** Input records follows **
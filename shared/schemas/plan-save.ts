/**
 * Saving plans: a new draft from a Nest (the server rebuilds the request from the database with the same settings
 * and stock choice, then judges the plan with `validatePlan`), and an edited document from the layout bench.
 * The plan itself is taken as it comes and judged by `validatePlan`, so a bad one is refused with its violations.
 */
import { z } from 'zod';
import { text } from './text';
import { nestSettingsObjectSchema } from './nesting';
import { nestForSchema } from './recut';

export const planNameSchema = text().min(1, 'Give the plan a name.').max(120, 'Keep the name under 120 characters.');

const s = nestSettingsObjectSchema.shape;
/**
 * Settings a Nest may override; the rest come from the shop. Built without the defaults of `nestSettingsSchema`
 * (a `.partial()` would still fill them in and overrule the shop's kerf and trim).
 */
export const nestSettingsOverrideSchema = z.object({
  kerf: s.kerf.unwrap().optional(),
  trim: s.trim.unwrap().optional(),
  minOffcutLength: s.minOffcutLength.unwrap().optional(),
  minOffcutWidth: s.minOffcutWidth.unwrap().optional(),
  style: s.style.unwrap().optional(),
  objective: s.objective.unwrap().optional(),
  timeBudgetMs: s.timeBudgetMs.unwrap().optional(),
  seed: s.seed.unwrap().optional(),
  preferOffcuts: s.preferOffcuts.unwrap().optional(),
  /** The shop's saw to cut on (its id in Shop settings); the request carries its whole profile. */
  sawId: z.uuid().optional(),
  /** A saw that breaks the stock down first (a track saw); needs `sawId`. */
  breakdownSawId: z.uuid().optional(),
});
export type NestSettingsOverride = z.infer<typeof nestSettingsOverrideSchema>;

export const planCreateSchema = z.object({
  name: planNameSchema.default('Plan'),
  settings: nestSettingsOverrideSchema.default({}),
  /** The stock the Nest was offered (ids from the job's nest request). */
  stockIds: z.array(text().min(1).max(100)).min(1, 'Choose at least one kind of stock.').max(1000),
  /** What was nested: the cut list, or only the job's open re-cuts (the plan then records that it is a re-cut plan). */
  for: nestForSchema.default('cut-list'),
  plan: z.unknown(),
});
export type PlanCreate = z.infer<typeof planCreateSchema>;

export const planUpdateSchema = z.object({
  name: planNameSchema.optional(),
  plan: z.unknown(),
  /** `updatedAt` of the plan the bench loaded: a save over someone else's newer save is refused (409). */
  baseUpdatedAt: z.iso.datetime({ offset: true }).optional(),
});
export type PlanUpdate = z.infer<typeof planUpdateSchema>;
** End of Input records **
As you read the records above, find each line that contains "infer" and copy it.

export type NestSettingsOverride = z.infer<typeof nestSettingsOverrideSchema>;
export type PlanCreate = z.infer<typeof planCreateSchema>;
export type PlanUpdate = z.infer<typeof planUpdateSchema>;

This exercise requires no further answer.